====== MATERIAL SUPPLIED
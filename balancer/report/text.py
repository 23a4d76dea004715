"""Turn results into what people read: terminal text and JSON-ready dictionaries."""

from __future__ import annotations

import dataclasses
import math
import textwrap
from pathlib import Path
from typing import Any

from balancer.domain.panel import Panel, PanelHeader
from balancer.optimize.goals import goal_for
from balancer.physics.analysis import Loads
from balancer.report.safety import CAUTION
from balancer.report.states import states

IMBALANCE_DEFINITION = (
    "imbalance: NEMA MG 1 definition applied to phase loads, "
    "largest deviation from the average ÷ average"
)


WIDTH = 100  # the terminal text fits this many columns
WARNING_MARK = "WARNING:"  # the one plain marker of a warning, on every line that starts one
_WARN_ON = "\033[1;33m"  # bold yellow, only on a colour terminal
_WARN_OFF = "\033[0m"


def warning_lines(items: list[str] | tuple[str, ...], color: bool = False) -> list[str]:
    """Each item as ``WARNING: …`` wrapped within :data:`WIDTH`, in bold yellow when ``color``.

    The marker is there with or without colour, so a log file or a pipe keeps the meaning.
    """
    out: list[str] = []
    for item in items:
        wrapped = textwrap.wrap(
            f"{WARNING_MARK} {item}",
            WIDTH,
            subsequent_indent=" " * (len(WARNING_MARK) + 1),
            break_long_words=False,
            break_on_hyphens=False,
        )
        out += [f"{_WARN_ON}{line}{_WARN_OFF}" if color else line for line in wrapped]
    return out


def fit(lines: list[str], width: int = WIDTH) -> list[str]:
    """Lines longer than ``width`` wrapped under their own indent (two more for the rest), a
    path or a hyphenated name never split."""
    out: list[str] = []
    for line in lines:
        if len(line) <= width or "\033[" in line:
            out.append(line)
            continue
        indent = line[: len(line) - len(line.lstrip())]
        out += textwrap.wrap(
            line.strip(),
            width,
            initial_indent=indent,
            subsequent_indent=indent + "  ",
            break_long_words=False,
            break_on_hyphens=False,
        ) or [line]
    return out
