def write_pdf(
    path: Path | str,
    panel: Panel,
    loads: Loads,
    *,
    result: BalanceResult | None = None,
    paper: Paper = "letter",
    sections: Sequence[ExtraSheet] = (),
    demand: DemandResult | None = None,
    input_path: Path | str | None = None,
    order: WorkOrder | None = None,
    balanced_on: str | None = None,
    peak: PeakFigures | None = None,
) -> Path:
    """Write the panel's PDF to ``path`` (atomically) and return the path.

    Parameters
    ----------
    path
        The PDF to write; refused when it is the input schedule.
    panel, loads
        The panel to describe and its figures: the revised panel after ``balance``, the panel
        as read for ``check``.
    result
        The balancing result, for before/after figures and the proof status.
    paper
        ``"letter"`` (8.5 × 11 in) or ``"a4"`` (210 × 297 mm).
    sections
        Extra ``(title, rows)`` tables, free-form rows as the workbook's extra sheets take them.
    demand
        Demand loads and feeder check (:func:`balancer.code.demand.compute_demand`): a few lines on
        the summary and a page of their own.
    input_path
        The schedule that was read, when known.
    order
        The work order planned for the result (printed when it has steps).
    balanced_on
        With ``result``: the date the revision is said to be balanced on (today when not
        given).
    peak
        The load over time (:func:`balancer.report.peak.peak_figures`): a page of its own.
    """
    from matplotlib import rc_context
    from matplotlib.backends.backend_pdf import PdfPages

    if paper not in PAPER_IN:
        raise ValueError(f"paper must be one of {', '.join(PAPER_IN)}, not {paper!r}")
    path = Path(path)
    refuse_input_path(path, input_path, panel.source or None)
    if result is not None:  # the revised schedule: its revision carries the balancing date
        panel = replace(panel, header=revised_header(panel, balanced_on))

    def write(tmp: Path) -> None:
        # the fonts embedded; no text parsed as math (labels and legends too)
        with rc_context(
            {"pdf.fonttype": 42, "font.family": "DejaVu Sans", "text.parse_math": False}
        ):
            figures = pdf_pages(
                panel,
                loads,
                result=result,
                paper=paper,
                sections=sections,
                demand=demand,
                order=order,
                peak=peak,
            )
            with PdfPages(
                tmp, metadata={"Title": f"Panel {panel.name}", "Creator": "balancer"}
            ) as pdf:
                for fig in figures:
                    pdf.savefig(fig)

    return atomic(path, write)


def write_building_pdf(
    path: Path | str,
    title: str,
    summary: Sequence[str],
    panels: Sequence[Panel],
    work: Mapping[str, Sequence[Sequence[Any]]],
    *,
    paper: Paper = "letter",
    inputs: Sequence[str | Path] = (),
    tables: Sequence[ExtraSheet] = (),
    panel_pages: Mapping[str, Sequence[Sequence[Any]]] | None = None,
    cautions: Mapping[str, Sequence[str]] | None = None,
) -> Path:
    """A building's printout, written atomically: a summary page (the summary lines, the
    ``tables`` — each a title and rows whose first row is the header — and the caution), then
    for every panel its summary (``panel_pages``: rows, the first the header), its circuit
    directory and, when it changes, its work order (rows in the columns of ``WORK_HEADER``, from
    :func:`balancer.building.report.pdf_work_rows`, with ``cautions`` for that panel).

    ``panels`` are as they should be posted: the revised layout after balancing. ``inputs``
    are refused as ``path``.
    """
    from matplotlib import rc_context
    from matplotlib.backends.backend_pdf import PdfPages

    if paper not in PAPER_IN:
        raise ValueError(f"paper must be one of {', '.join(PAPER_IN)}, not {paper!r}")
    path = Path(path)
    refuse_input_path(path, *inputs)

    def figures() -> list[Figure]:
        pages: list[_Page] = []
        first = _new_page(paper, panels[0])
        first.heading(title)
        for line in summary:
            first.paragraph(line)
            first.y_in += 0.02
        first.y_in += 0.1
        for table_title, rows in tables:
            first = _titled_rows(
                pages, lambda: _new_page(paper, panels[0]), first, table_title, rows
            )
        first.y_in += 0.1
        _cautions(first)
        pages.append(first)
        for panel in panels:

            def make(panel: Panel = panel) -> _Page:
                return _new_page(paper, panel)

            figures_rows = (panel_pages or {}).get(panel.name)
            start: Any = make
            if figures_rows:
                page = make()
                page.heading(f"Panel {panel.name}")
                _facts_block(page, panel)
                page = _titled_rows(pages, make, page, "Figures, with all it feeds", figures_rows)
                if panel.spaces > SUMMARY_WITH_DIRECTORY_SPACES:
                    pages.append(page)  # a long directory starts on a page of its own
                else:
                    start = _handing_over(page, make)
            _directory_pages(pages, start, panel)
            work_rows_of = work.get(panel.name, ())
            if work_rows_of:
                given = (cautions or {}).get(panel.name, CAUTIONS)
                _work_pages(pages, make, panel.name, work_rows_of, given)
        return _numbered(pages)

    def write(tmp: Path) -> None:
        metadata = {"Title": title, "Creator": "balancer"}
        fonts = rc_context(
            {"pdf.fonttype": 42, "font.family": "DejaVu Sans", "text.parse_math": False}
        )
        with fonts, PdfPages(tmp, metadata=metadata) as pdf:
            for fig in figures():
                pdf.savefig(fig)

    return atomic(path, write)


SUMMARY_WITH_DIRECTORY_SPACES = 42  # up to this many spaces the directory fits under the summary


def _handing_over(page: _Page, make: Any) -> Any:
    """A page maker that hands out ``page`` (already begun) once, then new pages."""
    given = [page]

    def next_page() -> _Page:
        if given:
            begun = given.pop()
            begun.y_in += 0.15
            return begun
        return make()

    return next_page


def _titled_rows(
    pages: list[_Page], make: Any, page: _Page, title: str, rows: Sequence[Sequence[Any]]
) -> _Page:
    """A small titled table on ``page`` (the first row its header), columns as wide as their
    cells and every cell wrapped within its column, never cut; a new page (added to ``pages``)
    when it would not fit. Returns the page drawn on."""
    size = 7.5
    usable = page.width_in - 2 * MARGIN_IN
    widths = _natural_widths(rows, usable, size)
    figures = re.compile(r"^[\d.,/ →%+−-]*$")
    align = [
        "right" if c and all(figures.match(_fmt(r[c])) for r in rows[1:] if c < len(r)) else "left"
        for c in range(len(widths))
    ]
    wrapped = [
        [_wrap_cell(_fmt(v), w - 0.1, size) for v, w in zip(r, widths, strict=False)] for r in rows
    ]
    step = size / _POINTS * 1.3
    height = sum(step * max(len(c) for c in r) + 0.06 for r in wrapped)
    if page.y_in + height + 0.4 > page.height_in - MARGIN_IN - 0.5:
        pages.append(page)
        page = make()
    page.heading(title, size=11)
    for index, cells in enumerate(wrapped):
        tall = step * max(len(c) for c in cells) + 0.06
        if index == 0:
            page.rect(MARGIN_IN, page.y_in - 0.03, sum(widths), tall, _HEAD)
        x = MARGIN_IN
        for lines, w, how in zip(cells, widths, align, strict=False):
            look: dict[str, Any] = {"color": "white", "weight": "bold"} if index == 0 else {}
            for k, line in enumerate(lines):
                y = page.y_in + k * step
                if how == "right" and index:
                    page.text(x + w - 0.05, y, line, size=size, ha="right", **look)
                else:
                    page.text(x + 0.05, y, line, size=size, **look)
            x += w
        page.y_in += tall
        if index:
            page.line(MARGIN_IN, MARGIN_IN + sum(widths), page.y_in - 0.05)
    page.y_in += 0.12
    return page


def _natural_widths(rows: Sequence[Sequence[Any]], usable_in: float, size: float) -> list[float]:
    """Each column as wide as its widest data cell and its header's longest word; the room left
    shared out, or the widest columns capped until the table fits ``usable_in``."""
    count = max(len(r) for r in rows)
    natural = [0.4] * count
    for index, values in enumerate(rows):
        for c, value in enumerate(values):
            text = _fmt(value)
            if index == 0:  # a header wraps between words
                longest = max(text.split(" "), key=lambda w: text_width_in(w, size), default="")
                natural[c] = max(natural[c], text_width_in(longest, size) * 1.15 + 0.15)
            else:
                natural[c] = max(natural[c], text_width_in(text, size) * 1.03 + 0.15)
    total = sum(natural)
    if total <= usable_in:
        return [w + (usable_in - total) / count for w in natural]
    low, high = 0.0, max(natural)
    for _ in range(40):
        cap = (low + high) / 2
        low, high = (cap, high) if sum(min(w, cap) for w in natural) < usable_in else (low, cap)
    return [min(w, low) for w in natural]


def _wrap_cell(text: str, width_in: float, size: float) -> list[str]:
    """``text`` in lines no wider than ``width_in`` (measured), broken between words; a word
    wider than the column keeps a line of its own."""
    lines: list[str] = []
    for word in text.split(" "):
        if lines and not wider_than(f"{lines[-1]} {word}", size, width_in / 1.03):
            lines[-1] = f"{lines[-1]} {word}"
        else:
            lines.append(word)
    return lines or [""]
============
WHAT IS BEING ASKED> The lines needed run from the first line of the data through the line containing "indent = line[: len(line)"; give them again exactly and nothing else.

SOLUTION>
filename balancer/report/text.py
repository 23a4d76dea004715
"""Turn results into what people read: terminal text and JSON-ready dictionaries."""

from __future__ import annotations

import dataclasses
import math
import textwrap
from pathlib import Path
from typing import Any

from balancer.domain.panel import Panel, PanelHeader
from balancer.optimize.goals import goal_for
from balancer.physics.analysis import Loads
from balancer.report.safety import CAUTION
from balancer.report.states import states

IMBALANCE_DEFINITION = (
    "imbalance: NEMA MG 1 definition applied to phase loads, "
    "largest deviation from the average ÷ average"
)


WIDTH = 100  # the terminal text fits this many columns
WARNING_MARK = "WARNING:"  # the one plain marker of a warning, on every line that starts one
_WARN_ON = "\033[1;33m"  # bold yellow, only on a colour terminal
_WARN_OFF = "\033[0m"


def warning_lines(items: list[str] | tuple[str, ...], color: bool = False) -> list[str]:
    """Each item as ``WARNING: …`` wrapped within :data:`WIDTH`, in bold yellow when ``color``.

    The marker is there with or without colour, so a log file or a pipe keeps the meaning.
    """
    out: list[str] = []
    for item in items:
        wrapped = textwrap.wrap(
            f"{WARNING_MARK} {item}",
            WIDTH,
            subsequent_indent=" " * (len(WARNING_MARK) + 1),
            break_long_words=False,
            break_on_hyphens=False,
        )
        out += [f"{_WARN_ON}{line}{_WARN_OFF}" if color else line for line in wrapped]
    return out


def fit(lines: list[str], width: int = WIDTH) -> list[str]:
    """Lines longer than ``width`` wrapped under their own indent (two more for the rest), a
    path or a hyphenated name never split."""
    out: list[str] = []
    for line in lines:
        if len(line) <= width or "\033[" in line:
            out.append(line)
            continue
        indent = line[: len(line) - len(line.lstrip())]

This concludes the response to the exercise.